鎖国中の対外関係…「キリスト教を広めない」4つの国
1641年には平戸(ひらど)のオランダ商館を長崎の【④出島(でじま)】に移し、【④】だけで貿易をさせることにしました。【④】というのは人工島です。こうして、いわゆる鎖国の状態が完成しました。3代将軍家光の時代です。
ただ、はじめにも書いたように、鎖国と言っても外国との付き合いはあったのです。鎖国中に付き合いをしていたのは、オランダ・中国・琉球王国・朝鮮・アイヌ民族です。
ヨーロッパの国で、貿易を許可されたのは【⑤オランダ】だけでした。スペインやポルトガルは追い出されましたが、この違いはなぜ起こったのでしょうか。島原・天草一揆で協力したから、というのも正しいのですが、幕府にとって一番重要なのは「キリスト教を広めるのかどうか」ということです。
【⑤】はプロテスタントで、カトリックのように積極的に布教する国ではありませんでした。そこで【⑤】はキリスト教を広めないと幕府に約束。キリスト教を広めるより、「貿易を独占することが重要だ」と考えたのでしょう。
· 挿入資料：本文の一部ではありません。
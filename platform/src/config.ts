import path from 'node:path';
import { z } from 'zod';
import { ConfigError } from './errors';
import type { LogFormat } from './logger';

// The only module that reads process.env. Every setting, its default and its meaning; the README's
// configuration table is written from this list.
const intIn = (min: number, max: number) => z.coerce.number().int().min(min).max(max);
const num = () => z.coerce.number().refine(Number.isFinite, 'must be a number');

const envSchema = z.object({
  DATABASE_URL: z
    .string()
    .regex(/^postgres(ql)?:\/\//, 'must be a postgres:// or postgresql:// URL')
    .optional(),
  REDIS_URL: z
    .string()
    .regex(/^rediss?:\/\//, 'must be a redis:// or rediss:// URL')
    .optional(),
  STEMWISE_DATA_DIR: z.string().min(1).default('.stemwise'),
  STEMWISE_STORAGE_DIR: z.string().min(1).optional(),
  STEMWISE_LOG_LEVEL: z.enum(['fatal', 'error', 'warn', 'info', 'debug', 'trace', 'silent']).default('info'),
  STEMWISE_LOG_FORMAT: z.enum(['json', 'text']).optional(),
  STEMWISE_QUEUE_PREFIX: z.string().regex(/^[A-Za-z0-9_.-]+$/, 'letters, digits, _ . - only').default('stemwise'),
  STEMWISE_FOREST_TYPES: z
    .string()
    .regex(/^[A-Za-z0-9_.-]+:(dry|moist|wet)(,[A-Za-z0-9_.-]+:(dry|moist|wet))*$/, 'a list like wet:wet,moist:moist,dry:dry (code:climate)')
    .default('wet:wet,moist:moist,dry:dry'),
  STEMWISE_ROOT_SHOOT: z
    .string()
    .regex(/^[A-Za-z0-9_.-]+:[a-z0-9_]+(,[A-Za-z0-9_.-]+:[a-z0-9_]+)*$/, 'a list like moist:mokany_2006,dry:tropical_dry (forest_type:relation)')
    .optional(),
  STEMWISE_STANDING_DEAD_SHARE: num().pipe(z.number().gt(0).max(1)).default(0.7),
  STEMWISE_COMPUTE_CONCURRENCY: intIn(1, 64).default(2),
  STEMWISE_COMPUTE_THREADS: intIn(0, 64).default(0),
  STEMWISE_INGEST_CONCURRENCY: intIn(1, 16).default(1),
  STEMWISE_CHUNK_PLOTS: intIn(1, 100_000).default(500),
  STEMWISE_JOB_ATTEMPTS: intIn(1, 50).default(5),
  STEMWISE_NIGHTLY_CRON: z.string().min(9).default('0 2 * * *'),
  STEMWISE_TIMEZONE: z.string().min(1).default('UTC'),
  STEMWISE_RECONCILE_MINUTES: intIn(1, 1440).default(5),
  STEMWISE_STOP_GRACE_SECONDS: intIn(0, 3600).default(30),
  STEMWISE_JOB_LOCK_SECONDS: intIn(2, 3600).default(30),
  STEMWISE_HOST: z.string().min(1).default('127.0.0.1'),
  STEMWISE_PORT: intIn(0, 65535).default(8080),
  STEMWISE_TRUST_PROXY: z
    .string()
    .regex(/^(false|true|\d{1,2}|(loopback|linklocal|uniquelocal|[0-9A-Fa-f.:/]+)(,(loopback|linklocal|uniquelocal|[0-9A-Fa-f.:/]+))*)$/, 'false, true, a hop count, or a comma-separated list of addresses/CIDR ranges')
    .default('false'),
  STEMWISE_REQUEST_TIMEOUT_SECONDS: intIn(1, 86_400).default(1800),
  STEMWISE_IDLE_TIMEOUT_SECONDS: intIn(1, 3600).default(60),
  STEMWISE_HEADERS_TIMEOUT_SECONDS: intIn(1, 600).default(20),
  STEMWISE_KEEP_ALIVE_SECONDS: intIn(1, 600).default(5),
  STEMWISE_MAX_UPLOAD_MB: intIn(1, 1_048_576).default(2048),
  STEMWISE_MAX_UNPACKED_MB: intIn(1, 1_048_576).default(20_480),
  STEMWISE_MAX_CONCURRENT_UPLOADS: intIn(1, 1000).default(4),
  STEMWISE_RATE_LIMIT_PER_MINUTE: intIn(1, 1_000_000).default(600),
  STEMWISE_AUTH_FAILURES_PER_MINUTE: intIn(1, 100_000).default(20),
  STEMWISE_TOKEN_CACHE_SIZE: intIn(1, 10_000_000).default(10_000),
  STEMWISE_DEFAULT_WOOD_DENSITY: num().pipe(z.number().min(0.1).max(1.5)).default(0.58),
  STEMWISE_MIN_HEIGHTS: intIn(3, 100_000).default(30),
  STEMWISE_REPORTING_DBH_MIN_CM: num().pipe(z.number().gt(0).max(200)).default(10),
  STEMWISE_STUMP_DBH_INTERCEPT_CM: num().pipe(z.number().min(-50).max(50)).default(0),
  STEMWISE_STUMP_DBH_SLOPE: num().pipe(z.number().gt(0).max(2)).default(0.8),
  STEMWISE_HEIGHT_MODEL_TOLERANCE: num().pipe(z.number().min(0).max(1)).default(0.005),
  STEMWISE_SAMPLING_ERROR_T: z.enum(['t', '1.96', '2']).default('t'),
  STEMWISE_CAUTION_MIN_PLOTS: intIn(1, 1_000_000).default(20),
  STEMWISE_CAUTION_MAX_SAMPLING_ERROR_PCT: num().pipe(z.number().gt(0).max(1000)).default(20),
  STEMWISE_FIT_METRIC: z.string().min(1).default('fisher_alpha'),
  STEMWISE_FIT_AXIS: z.string().min(1).default('disturbance_index'),
  STEMWISE_BOOTSTRAP: intIn(0, 100_000).default(1000),
  STEMWISE_SEED: intIn(0, 2 ** 31 - 1).default(20261201),
});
そうして、【⑤】は【④】で貿易を続けることが許されました。また、幕府は、毎年「【⑥オランダ風説書(ふうせつがき)】」というものをオランダに提出させました。これによって、世界情勢をつかんでいたのです。だから、フランスで革命が起こったことや、ペリーが日本へやって来るらしい、ということまでいろいろなことを知っていました。
中国では、17世紀半ばに明(みん)が滅び、中国東北部の清(しん)が中国を支配しました。江戸時代は長崎で貿易が行われ、生糸(きいと)や絹織物(きぬおりもの)が輸入され、銀や銅が輸出されました。
じつは当時の日本は、世界でも有数の銀産出国でした。世界文化遺産に登録されている石見銀山(いわみぎんざん〔島根県〕)がその代表例です。戦国時代は、毛利元就(もうりもとなり)が支配していた石見銀山を、江戸幕府は天領(てんりょう〔幕府が直接治める土地〕)にしました。ところが、輸入が増加するにともなって銀の輸出量が増え、国内の銀が不足するようになります。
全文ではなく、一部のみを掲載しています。